BEGIN

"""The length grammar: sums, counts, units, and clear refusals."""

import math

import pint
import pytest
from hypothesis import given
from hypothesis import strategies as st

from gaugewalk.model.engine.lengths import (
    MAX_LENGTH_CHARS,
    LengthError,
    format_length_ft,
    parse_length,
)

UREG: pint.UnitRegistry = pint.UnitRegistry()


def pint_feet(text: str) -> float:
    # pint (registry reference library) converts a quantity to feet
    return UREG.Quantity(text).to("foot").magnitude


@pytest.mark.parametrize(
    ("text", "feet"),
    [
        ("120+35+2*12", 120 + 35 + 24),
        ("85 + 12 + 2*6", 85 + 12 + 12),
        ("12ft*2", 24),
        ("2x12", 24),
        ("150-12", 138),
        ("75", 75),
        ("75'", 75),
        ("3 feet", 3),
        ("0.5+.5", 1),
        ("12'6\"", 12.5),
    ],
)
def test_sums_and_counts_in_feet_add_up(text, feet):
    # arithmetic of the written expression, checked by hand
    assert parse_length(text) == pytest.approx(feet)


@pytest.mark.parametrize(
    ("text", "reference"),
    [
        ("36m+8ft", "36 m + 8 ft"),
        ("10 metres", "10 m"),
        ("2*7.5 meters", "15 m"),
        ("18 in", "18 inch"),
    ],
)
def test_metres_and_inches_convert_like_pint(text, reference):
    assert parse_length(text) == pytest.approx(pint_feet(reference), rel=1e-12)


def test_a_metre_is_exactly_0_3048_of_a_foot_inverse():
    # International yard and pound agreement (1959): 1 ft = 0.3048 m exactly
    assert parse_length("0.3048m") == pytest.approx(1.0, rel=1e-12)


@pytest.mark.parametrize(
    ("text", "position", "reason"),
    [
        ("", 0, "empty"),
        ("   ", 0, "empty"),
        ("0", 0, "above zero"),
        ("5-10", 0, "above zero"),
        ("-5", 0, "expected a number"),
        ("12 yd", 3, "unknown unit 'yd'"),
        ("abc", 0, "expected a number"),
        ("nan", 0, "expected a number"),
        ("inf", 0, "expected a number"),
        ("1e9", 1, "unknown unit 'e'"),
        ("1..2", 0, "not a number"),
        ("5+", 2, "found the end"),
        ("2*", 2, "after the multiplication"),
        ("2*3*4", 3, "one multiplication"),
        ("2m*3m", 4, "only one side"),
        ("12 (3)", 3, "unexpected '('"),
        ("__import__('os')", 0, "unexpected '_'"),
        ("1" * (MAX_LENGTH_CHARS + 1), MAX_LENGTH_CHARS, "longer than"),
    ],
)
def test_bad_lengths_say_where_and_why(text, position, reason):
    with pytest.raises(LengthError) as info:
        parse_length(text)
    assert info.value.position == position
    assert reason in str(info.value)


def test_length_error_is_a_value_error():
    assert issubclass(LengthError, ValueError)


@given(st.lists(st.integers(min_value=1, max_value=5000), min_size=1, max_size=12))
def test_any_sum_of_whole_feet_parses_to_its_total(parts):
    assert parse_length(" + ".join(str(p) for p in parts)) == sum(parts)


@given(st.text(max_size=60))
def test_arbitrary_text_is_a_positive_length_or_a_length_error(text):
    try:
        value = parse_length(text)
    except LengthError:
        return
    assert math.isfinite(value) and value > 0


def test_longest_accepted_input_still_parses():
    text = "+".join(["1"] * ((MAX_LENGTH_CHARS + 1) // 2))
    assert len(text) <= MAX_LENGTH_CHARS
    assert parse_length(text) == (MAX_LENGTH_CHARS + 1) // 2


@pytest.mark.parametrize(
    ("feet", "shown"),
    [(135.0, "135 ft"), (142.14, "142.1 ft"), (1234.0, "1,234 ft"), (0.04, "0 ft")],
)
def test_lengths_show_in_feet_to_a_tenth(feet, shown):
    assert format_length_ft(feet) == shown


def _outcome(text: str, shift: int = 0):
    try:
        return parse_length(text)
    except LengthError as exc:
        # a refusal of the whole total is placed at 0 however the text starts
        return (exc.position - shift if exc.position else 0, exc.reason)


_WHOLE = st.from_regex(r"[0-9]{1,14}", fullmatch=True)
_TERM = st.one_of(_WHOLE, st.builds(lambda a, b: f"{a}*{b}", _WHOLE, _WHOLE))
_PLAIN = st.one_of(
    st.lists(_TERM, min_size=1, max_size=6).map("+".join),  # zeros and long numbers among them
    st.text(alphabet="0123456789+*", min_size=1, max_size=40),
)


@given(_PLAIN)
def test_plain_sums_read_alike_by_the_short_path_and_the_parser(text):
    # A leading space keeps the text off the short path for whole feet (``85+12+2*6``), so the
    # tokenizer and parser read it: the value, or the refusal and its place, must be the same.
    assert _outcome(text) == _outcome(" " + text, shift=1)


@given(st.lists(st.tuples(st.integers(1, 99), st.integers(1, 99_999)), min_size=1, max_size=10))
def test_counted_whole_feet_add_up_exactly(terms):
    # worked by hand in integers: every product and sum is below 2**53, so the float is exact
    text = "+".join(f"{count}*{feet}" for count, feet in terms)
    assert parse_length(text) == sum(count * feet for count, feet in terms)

END

*WHAT THE EXERCISE ASKS*
Among the records above, repeat exactly the line with "((MAX_LENGTH_CHARS + 1) // 2))", the line with "return parse_length(text)", and every line in between, and only those.

*RESULT*
    text = "+".join(["1"] * ((MAX_LENGTH_CHARS + 1) // 2))
    assert len(text) <= MAX_LENGTH_CHARS
    assert parse_length(text) == (MAX_LENGTH_CHARS + 1) // 2


@pytest.mark.parametrize(
    ("feet", "shown"),
    [(135.0, "135 ft"), (142.14, "142.1 ft"), (1234.0, "1,234 ft"), (0.04, "0 ft")],
)
def test_lengths_show_in_feet_to_a_tenth(feet, shown):
    assert format_length_ft(feet) == shown


def _outcome(text: str, shift: int = 0):
    try:
        return parse_length(text)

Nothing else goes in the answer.